House Subcommittee Finds China Is Contributing To The Fentanyl Crisis In The US

( — The House Select Committee on China announced on Tuesday the release of a report on its detailed investigation into China’s role in the ongoing fentanyl crisis, the Washington Examiner reported.

According to the report, the Chinese government has been subsidizing the export of the chemicals used in the manufacture of fentanyl and other synthetic drugs and has obstructed US investigations into the suppliers.

Describing China’s actions as “abhorrent,” the report said Beijing’s complicity violated “the laws of nations” and caused “profound human suffering” both in the US and around the globe.

The committee’s investigation included searching seven e-commerce sites which uncovered more than 31,000 examples of over 2,000 Chinese companies that were trafficking illegal drugs. The companies violated Chinese laws by offering to bypass customs and accepting payment in cryptocurrency.

Of the companies found, more than 1,500 shared “common linkages” like addresses and cell phone numbers.

Beijing was subsidizing the overseas sales of the drugs by offering rebates against China’s value-added tax.

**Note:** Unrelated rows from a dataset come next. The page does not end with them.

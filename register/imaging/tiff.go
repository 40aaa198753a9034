package imaging

import (
	"bytes"
	"compress/zlib"
	"encoding/binary"
	"errors"
	"fmt"
	"image"
	"io"
	"strings"

	"golang.org/x/image/tiff/lzw"
)

// The TIFF reader walks the chain of image file directories (IFDs) itself and
// decodes every page's strips or tiles itself, because golang.org/x/image/tiff
// decodes the first page only. It reads the baseline TIFF 6.0 layout (Adobe,
// 1992, "TIFF Revision 6.0") with the compressions x/image/tiff also reads
// for 8- and 16-bit samples: none (1), LZW (5, through x/image/tiff/lzw),
// Deflate (8 and the older 32946, through compress/zlib) and PackBits
// (32773), with or without the horizontal-differencing predictor (2).
//
// Damaged or hostile files must fail with a message, never a panic, and must
// not make the reader allocate much more than the file could hold. So every
// directory, array and strip is checked against the file length before
// anything is allocated for it, and the pages together may claim no more
// bytes than the file has: uncompressed pixel data byte for byte, compressed
// data at most maxExpansion bytes of pixels per byte in the file.

// TIFF tags used here (TIFF 6.0, section 8 and the extension sections).
const (
	tagImageWidth      = 256
	tagImageLength     = 257
	tagBitsPerSample   = 258
	tagCompression     = 259
	tagPhotometric     = 262
	tagDescription     = 270
	tagStripOffsets    = 273
	tagSamplesPerPixel = 277
	tagRowsPerStrip    = 278
	tagStripByteCounts = 279
	tagXResolution     = 282
	tagYResolution     = 283
	tagPlanarConfig    = 284
	tagResolutionUnit  = 296
	tagPredictor       = 317
	tagTileWidth       = 322
	tagTileLength      = 323
	tagTileOffsets     = 324
	tagTileByteCounts  = 325
	tagSampleFormat    = 339
)

// Compression codes.
const (
	compNone       = 1
	compLZW        = 5
	compDeflate    = 8
	compDeflateOld = 32946
	compPackBits   = 32773
)

// Photometric interpretations.
const (
	photoWhiteIsZero = 0
	photoBlackIsZero = 1
	photoRGB         = 2
	photoPalette     = 3
)

// maxExpansion bounds how many bytes of pixels one byte of compressed data
// may stand for. LZW with 12-bit codes that each repeat a string of up to
// 4096 bytes reaches about 2730:1 and Deflate about 1032:1 (both figures
// worked out from the code formats, the second recalled from memory), so a
// strip that claims more than this is damaged.
const maxExpansion = 4096

// tiffFile is an open classic TIFF being parsed.
type tiffFile struct {
	r     io.ReaderAt
	size  int64
	order binary.ByteOrder
	name  string
	// claimed counts the bytes that directories, their arrays and the
	// pages' pixel data claim; it may not exceed the file length (see the
	// comment at the top of the file).
	claimed int64
}

// tiffPage is one parsed image file directory.
type tiffPage struct {
	index         int
	width, height int
	bits, samples int
	photometric   int
	// photometricAssumed reports that the page lacked the tag: TIFF 6.0
	// requires it, and black-is-zero grey is assumed, the reading a
	// microscope user expects.
	photometricAssumed bool
	compression        int
	predictor          int
	blockW, blockH     int // strip width × rows per strip, or tile size
	tiled              bool
	offsets            []int64
	counts             []int64
	// calibration is read from page 0 only, where ImageJ and most
	// writers put it.
	calibration tiffCalibration
}

// pageError is an error about one page of a file.
func (f *tiffFile) pageError(k int, format string, args ...any) error {
	return fmt.Errorf("%s: page %d: %s", f.name, k, fmt.Sprintf(format, args...))
}

// errBigTIFF is returned for BigTIFF files.
var errBigTIFF = errors.New("is a BigTIFF file, which ferry does not read; save the stack as classic TIFF (under 4 GiB) or as a folder of single-plane files")

// openTIFF checks the header and returns the file with the offset of the
// first directory.
func openTIFF(r io.ReaderAt, size int64, name string) (*tiffFile, int64, error) {
	var h [8]byte
	if size < 8 {
		return nil, 0, fmt.Errorf("%s: %d bytes is too short for a TIFF file", name, size)
	}
	if _, err := r.ReadAt(h[:], 0); err != nil {
		return nil, 0, fmt.Errorf("%s: reading the header: %w", name, err)
	}
	f := &tiffFile{r: r, size: size, name: name}
	switch string(h[:2]) {
	case "II":
		f.order = binary.LittleEndian
	case "MM":
		f.order = binary.BigEndian
	default:
		return nil, 0, fmt.Errorf("%s: not a TIFF file (the first bytes are neither II nor MM)", name)
	}
	switch f.order.Uint16(h[2:4]) {
	case 42:
	case 43:
		return nil, 0, fmt.Errorf("%s: %w", name, errBigTIFF)
	default:
		return nil, 0, fmt.Errorf("%s: not a TIFF file (version %d, want 42)", name, f.order.Uint16(h[2:4]))
	}
	return f, int64(f.order.Uint32(h[4:8])), nil
}

// claim charges n bytes against the file length.
func (f *tiffFile) claim(n int64) bool {
	if n < 0 || n > f.size-f.claimed {
		return false
	}
	f.claimed += n
	return true
}

// readAt reads exactly len(b) bytes at off, which the caller has checked.
func (f *tiffFile) readAt(b []byte, off int64) error {
	n, err := f.r.ReadAt(b, off)
	if n == len(b) {
		return nil
	}
	if err == nil || err == io.EOF {
		err = io.ErrUnexpectedEOF
	}
	return err
}

// pages walks the directory chain from offset first and parses every page.
func (f *tiffFile) pages(first int64) ([]tiffPage, error) {
	var pages []tiffPage
	seen := make(map[int64]bool)
	for off := first; off != 0; {
		k := len(pages)
		if seen[off] {
			return nil, f.pageError(k, "the chain of pages loops back to offset %d; the file is damaged", off)
		}
		seen[off] = true
		p, next, err := f.parseIFD(k, off)
		if err != nil {
			return nil, err
		}
		pages = append(pages, p)
		off = next
	}
	if len(pages) == 0 {
		return nil, fmt.Errorf("%s: the file holds no pages", f.name)
	}
	return pages, nil
}

// entry is one raw directory entry.
type entry struct {
	tag, typ uint16
	count    uint32
	value    [4]byte
}

// typeSize is the size in bytes of one value of a TIFF field type, 0 for an
// unknown type.
func typeSize(typ uint16) int64 {
	switch typ {
	case 1, 2, 6, 7: // BYTE, ASCII, SBYTE, UNDEFINED
		return 1
	case 3, 8: // SHORT, SSHORT
		return 2
	case 4, 9, 11, 13: // LONG, SLONG, FLOAT, IFD
		return 4
	case 5, 10, 12: // RATIONAL, SRATIONAL, DOUBLE
		return 8
	}
	return 0
}

// ints reads up to limit unsigned integer values of entry e (all of them
// when limit < 0). Arrays stored elsewhere in the file are checked against
// its length before they are read.
func (f *tiffFile) ints(k int, e entry, limit int64) ([]int64, error) {
	size := typeSize(e.typ)
	if e.typ != 1 && e.typ != 3 && e.typ != 4 {
		return nil, f.pageError(k, "tag %d has field type %d, want an unsigned integer (1, 3 or 4)", e.tag, e.typ)
	}
	n := int64(e.count)
	if n == 0 {
		return nil, f.pageError(k, "tag %d has no values", e.tag)
	}
	var raw []byte
	if n*size <= 4 {
		raw = e.value[:n*size]
	} else {
		off := int64(f.order.Uint32(e.value[:]))
		if off+n*size > f.size {
			return nil, f.pageError(k, "tag %d: %d values at offset %d run past the end of the file (%d bytes)", e.tag, n, off, f.size)
		}
		if limit >= 0 && n > limit {
			n = limit
		}
		if !f.claim(n * size) {
			return nil, f.pageError(k, "tag %d: the directories claim more bytes than the file holds; the file is damaged", e.tag)
		}
		raw = make([]byte, n*size)
		if err := f.readAt(raw, off); err != nil {
			return nil, f.pageError(k, "tag %d: reading %d values: %v", e.tag, n, err)
		}
	}
	if limit >= 0 && n > limit {
		n = limit
	}
	v := make([]int64, n)
	for i := range v {
		switch size {
		case 1:
			v[i] = int64(raw[i])
		case 2:
			v[i] = int64(f.order.Uint16(raw[2*i:]))
		default:
			v[i] = int64(f.order.Uint32(raw[4*i:]))
		}
	}
	return v, nil
}

// parseIFD reads the directory at off and checks everything the decoder
// will rely on.
func (f *tiffFile) parseIFD(k int, off int64) (tiffPage, int64, error) {
	p := tiffPage{index: k}
	if off < 8 || off+2 > f.size {
		return p, 0, f.pageError(k, "directory offset %d lies outside the file (%d bytes)", off, f.size)
	}
	var nb [2]byte
	if err := f.readAt(nb[:], off); err != nil {
		return p, 0, f.pageError(k, "reading the directory: %v", err)
	}
	n := int64(f.order.Uint16(nb[:]))
	if n == 0 {
		return p, 0, f.pageError(k, "the directory at offset %d has no entries", off)
	}
	length := 2 + 12*n + 4
	if off+length > f.size {
		return p, 0, f.pageError(k, "the directory at offset %d (%d entries) runs past the end of the file (%d bytes)", off, n, f.size)
	}
	if !f.claim(length) {
		return p, 0, f.pageError(k, "the directories claim more bytes than the file holds; the file is damaged")
	}
	buf := make([]byte, 12*n+4)
	if err := f.readAt(buf, off+2); err != nil {
		return p, 0, f.pageError(k, "reading the directory: %v", err)
	}
	next := int64(f.order.Uint32(buf[12*n:]))

	entries := make(map[uint16]entry)
	for i := range n {
		b := buf[12*i:]
		e := entry{tag: f.order.Uint16(b), typ: f.order.Uint16(b[2:]), count: f.order.Uint32(b[4:])}
		copy(e.value[:], b[8:12])
		if _, dup := entries[e.tag]; !dup {
			entries[e.tag] = e
		}
	}
	// first returns the first value of a tag, or def when it is absent.
	first := func(tag uint16, def int64) (int64, error) {
		e, ok := entries[tag]
		if !ok {
			return def, nil
		}
		v, err := f.ints(k, e, 1)
		if err != nil {
			return 0, err
		}
		return v[0], nil
	}
	var err error
	get := func(tag uint16, def int64) int64 {
		if err != nil {
			return 0
		}
		var v int64
		v, err = first(tag, def)
		return v
	}
	width := get(tagImageWidth, 0)
	height := get(tagImageLength, 0)
	bits := get(tagBitsPerSample, 1)
	samples := get(tagSamplesPerPixel, 1)
	p.compression = int(get(tagCompression, compNone))
	p.photometric = int(get(tagPhotometric, photoBlackIsZero))
	_, hasPhotometric := entries[tagPhotometric]
	p.photometricAssumed = !hasPhotometric
	p.predictor = int(get(tagPredictor, 1))
	planar := get(tagPlanarConfig, 1)
	format := get(tagSampleFormat, 1)
	if err != nil {
		return p, 0, err
	}
	if width < 1 || height < 1 {
		return p, 0, f.pageError(k, "size %d × %d pixels: want at least 1 × 1", width, height)
	}
	if width > 1<<24 || height > 1<<24 {
		return p, 0, f.pageError(k, "size %d × %d pixels is too large", width, height)
	}
	p.width, p.height = int(width), int(height)
	if bits != 8 && bits != 16 {
		return p, 0, f.pageError(k, "%d-bit samples: want 8 or 16", bits)
	}
	p.bits = int(bits)
	if samples < 1 || samples > 16 {
		return p, 0, f.pageError(k, "%d samples per pixel: want 1 to 16", samples)
	}
	p.samples = int(samples)
	if e, ok := entries[tagBitsPerSample]; ok && int64(e.count) >= samples {
		all, err := f.ints(k, e, samples)
		if err != nil {
			return p, 0, err
		}
		for _, b := range all {
			if b != bits {
				return p, 0, f.pageError(k, "samples of %d and %d bits in one pixel: want one bit depth", bits, b)
			}
		}
	}
	switch format {
	case 1:
	case 2:
		return p, 0, f.pageError(k, "signed integer samples (SampleFormat 2): want unsigned 8- or 16-bit grey")
	case 3:
		return p, 0, f.pageError(k, "floating-point samples (SampleFormat 3): want unsigned 8- or 16-bit grey")
	default:
		return p, 0, f.pageError(k, "SampleFormat %d: want 1 (unsigned integer)", format)
	}
	switch p.photometric {
	case photoWhiteIsZero, photoBlackIsZero:
	case photoRGB:
		if samples < 3 {
			return p, 0, f.pageError(k, "RGB colour with %d samples per pixel: want at least 3", samples)
		}
	case photoPalette:
		return p, 0, f.pageError(k, "palette colour is not read: save the image as grey")
	default:
		return p, 0, f.pageError(k, "photometric interpretation %d is not read: want grey (0 or 1) or RGB (2)", p.photometric)
	}
	if planar != 1 && samples > 1 {
		return p, 0, f.pageError(k, "colour samples stored in separate planes (PlanarConfiguration %d) are not read", planar)
	}
	switch p.compression {
	case compNone, compLZW, compDeflate, compDeflateOld, compPackBits:
	default:
		return p, 0, f.pageError(k, "compression %d is not read: want none (1), LZW (5), Deflate (8 or 32946) or PackBits (32773)", p.compression)
	}
	if p.predictor != 1 && p.predictor != 2 {
		return p, 0, f.pageError(k, "predictor %d is not read: want none (1) or horizontal differencing (2)", p.predictor)
	}

	offTag, countTag := uint16(tagStripOffsets), uint16(tagStripByteCounts)
	p.blockW, p.blockH = p.width, p.height
	across, down := int64(1), int64(1)
	if _, ok := entries[tagTileWidth]; ok {
		p.tiled = true
		offTag, countTag = tagTileOffsets, tagTileByteCounts
		tw := get(tagTileWidth, 0)
		th := get(tagTileLength, 0)
		if err != nil {
			return p, 0, err
		}
		if tw < 1 || th < 1 || tw > 1<<16 || th > 1<<16 {
			return p, 0, f.pageError(k, "tile size %d × %d pixels: want 1 to 65536 a side", tw, th)
		}
		p.blockW, p.blockH = int(tw), int(th)
		across = (width + tw - 1) / tw
		down = (height + th - 1) / th
	} else {
		rows := get(tagRowsPerStrip, height)
		if err != nil {
			return p, 0, err
		}
		if rows < 1 || rows > height {
			rows = height
		}
		p.blockH = int(rows)
		down = (height + rows - 1) / rows
	}
	blocks := across * down
	e, ok := entries[offTag]
	if !ok {
		return p, 0, f.pageError(k, "the page has no strip or tile offsets (tag %d)", offTag)
	}
	if int64(e.count) < blocks {
		return p, 0, f.pageError(k, "%d strip or tile offsets for %d strips or tiles", e.count, blocks)
	}
	if p.offsets, err = f.ints(k, e, blocks); err != nil {
		return p, 0, err
	}
	bytesPer := int64(p.bits/8) * samples
	// blockBytes is the decoded size of block b: full tiles, or the rows a
	// strip actually covers.
	blockBytes := func(b int64) int64 {
		if p.tiled {
			return int64(p.blockW) * int64(p.blockH) * bytesPer
		}
		rows := min(int64(p.blockH), height-b*int64(p.blockH))
		return rows * width * bytesPer
	}
	if e, ok := entries[countTag]; ok {
		if int64(e.count) < blocks {
			return p, 0, f.pageError(k, "%d strip or tile byte counts for %d strips or tiles", e.count, blocks)
		}
		if p.counts, err = f.ints(k, e, blocks); err != nil {
			return p, 0, err
		}
	} else if p.compression == compNone {
		// Some old writers leave the counts out of uncompressed files.
		p.counts = make([]int64, blocks)
		for b := range blocks {
			p.counts[b] = blockBytes(b)
		}
	} else {
		return p, 0, f.pageError(k, "a compressed page without strip or tile byte counts (tag %d)", countTag)
	}
	if k == 0 {
		p.calibration = f.calibration(entries)
	}
	what := "strip"
	if p.tiled {
		what = "tile"
	}
	var claim int64
	for b := range blocks {
		off, n, want := p.offsets[b], p.counts[b], blockBytes(b)
		if off+n > f.size {
			return p, 0, f.pageError(k, "%s %d (%d bytes at offset %d) runs past the end of the file (%d bytes)", what, b, n, off, f.size)
		}
		if p.compression == compNone {
			if n < want {
				return p, 0, f.pageError(k, "%s %d holds %d bytes, want %d", what, b, n, want)
			}
			claim += want
		} else {
			if n < 1 || want > maxExpansion*n+1024 {
				return p, 0, f.pageError(k, "%s %d: %d compressed bytes cannot hold %d bytes of pixels; the file is damaged", what, b, n, want)
			}
			claim += (want + maxExpansion - 1) / maxExpansion
		}
	}
	if !f.claim(claim) {
		return p, 0, f.pageError(k, "the pages claim more pixel data than the file holds; the file is damaged")
	}
	return p, next, nil
}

According to the select committee’s report, the subsidies have been in place since 2018.

According to a spokesperson for the Republicans on the committee, by paying subsidies to those making illegal drugs and selling them aboard, Beijing was sponsoring a “mass drug trafficking program.”

However, the subsidies were only part of Beijing’s involvement in the trafficking operation. Chinese officials also obstructed US law enforcement in its prosecution of criminal traffickers.

In a May 2018 investigation, the Justice Department sent a team to meet with Chinese officials but the officials would not cooperate in the investigation.

Since then, US law enforcement and its allied partners have indicted dozens of individuals and entities engaged in drug trafficking in China, and Beijing has done nothing to help investigate or prosecute any of them.

In its report, the select committee recommended creating a joint task force, bolstering US sanctions, and enacting other trade and customs restrictions to combat China’s illegal drug trade.